| YOUR ASSIGNMENT |
Report all lines below with the word "Date".

↓↓↓

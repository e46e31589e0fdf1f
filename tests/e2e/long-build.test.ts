/**
 * A long build in the browser (600 log entries, one photo each, a first screen of 20 and pages of 50): the log shows its total
 * and scrolls to the oldest entry, the PDF of all entries holds every entry (its text read back with
 * pdftotext), and the files list reaches the first upload.
 */
import { spawnSync } from "node:child_process";
import { mkdirSync, writeFileSync } from "node:fs";
import path from "node:path";
import { afterAll, beforeAll, describe, expect, it } from "vitest";
import type { Browser, Page } from "playwright-core";
import { APP_URL, ARTIFACTS, launchBrowser, signInPage } from "../support/browser";
import { makeBuild, makeUser, testDb, TEST_PASSWORD } from "../support/db";
import { deleteTestObjects, s3Client, S3 } from "../support/upload";
import { seedLongBuild } from "../support/long-build";

const N = 600;
/** The screen as seen (a full-page picture of 600 entries is too big to be useful). */
const shot = (p: Page, name: string) => p.screenshot({ path: path.join(ARTIFACTS, `${name}.png`) });
let browser: Browser;
let page: Page;
let buildId: string;
const errors: string[] = [];
let keys: string[] = [];

beforeAll(async () => {
  browser = await launchBrowser();
  const owner = await makeUser("e2e-long");
  ({ buildId } = await makeBuild({ owner }));
  keys = (await seedLongBuild(testDb, { client: s3Client, bucket: S3.bucket }, { buildId, ownerId: owner.id, size: { entries: N, years: 3, photosPerEntry: 1, linkages: 2, revisions: 4, comments: 0, signoffs: 0, parts: 0 } })).objectKeys;
  page = await browser.newPage({ viewport: { width: 1280, height: 900 } });
  page.on("pageerror", (e) => errors.push(String(e)));
  await signInPage(page, owner.email, TEST_PASSWORD);
}, 300_000);
afterAll(async () => { await browser?.close(); await deleteTestObjects(keys); await testDb.destroy(); });

/** Scrolls to the end of the list until every item is shown (the sentinel loads the next page as it comes into view). */
async function scrollToEnd(noun: string) {
  const shown = page.getByTestId("shown-count");
  const until = Date.now() + 180_000;
  while (!(await shown.textContent())?.startsWith("All ")) {
    expect(Date.now()).toBeLessThan(until);
    await page.evaluate(() => window.scrollTo(0, document.body.scrollHeight));
    await page.waitForTimeout(150);
  }
  expect(await shown.textContent()).toBe(`All ${N} ${noun} shown.`);
}

describe("a long build", () => {
  it("the log shows its total, loads more from a button or by scrolling, and reaches the oldest entry", async () => {
    await page.goto(`${APP_URL}/builds/${buildId}/log`);
    expect(await page.getByTestId("log-total").textContent()).toBe(`${N} entries in the log, newest first.`);
    // The first screen holds 20 entries (lib/paging.ts LOG_FIRST_SCREEN); more come 50 at a time.
    expect(await page.getByTestId("log-entry").count()).toBe(20);
    expect(await page.getByTestId("shown-count").textContent()).toBe(`Showing 20 of ${N} entries, newest first.`);
    // Keyboard users: the button.
    await page.getByRole("button", { name: "Load more" }).focus();
    await page.keyboard.press("Enter");
    await expect.poll(() => page.getByTestId("log-entry").count()).toBeGreaterThanOrEqual(70);
    await scrollToEnd("entries");
    expect(await page.getByTestId("log-entry").count()).toBe(N);
    expect(await page.getByTestId("log-entry").last().locator("h3").textContent()).toMatch(/^Entry 1: /);
    await shot(page, "long-01-log-end");
  }, 300_000);

  it("the PDF of all entries, made as a job, has every entry", async () => {
    await page.evaluate(() => window.scrollTo(0, 0));
    await page.getByTestId("log-pdf").click();
    const est = page.getByTestId("export-estimate");
    await est.waitFor();
    expect(await est.textContent()).toMatch(new RegExp(`^${N} entries, ${N} photos: about \\d`));
    await page.getByRole("button", { name: "Make the PDF" }).click();
    const link = page.getByTestId("export-download");
    await link.waitFor({ timeout: 360_000 });
    await shot(page, "long-02-pdf-ready");
    const res = await page.request.get(`${APP_URL}${await link.getAttribute("href")}`);
    expect(res.status()).toBe(200);
    const dir = path.join(ARTIFACTS, "long-build");
    mkdirSync(dir, { recursive: true });
    const file = path.join(dir, "log.pdf");
    writeFileSync(file, await res.body());
    const text = spawnSync("/usr/bin/pdftotext", [file, "-"], { encoding: "utf8", maxBuffer: 64 * 1024 * 1024 }).stdout;
    const numbers = new Set([...text.matchAll(/Entry (\d+): /g)].map((m) => Number(m[1])));
    expect(numbers.size).toBe(N);
    expect(Math.min(...numbers)).toBe(1);
    expect(Math.max(...numbers)).toBe(N);
    expect(text).toContain(`${N} entries`);
  }, 420_000);

  it("the files list reaches the first upload", async () => {
    await page.goto(`${APP_URL}/builds/${buildId}/files`);
    expect(await page.getByTestId("files-total").textContent()).toBe(`${N} files in this build.`);
    await scrollToEnd("files");
    expect(await page.getByTestId("file-card").last().textContent()).toContain("photo-1-1.jpg");
    await shot(page, "long-03-files-end");
    expect(errors).toEqual([]);
  }, 300_000);
});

↑↑↑

| ANSWER TO THE EXERCISE |
  const until = Date.now() + 180_000;
    expect(Date.now()).toBeLessThan(until);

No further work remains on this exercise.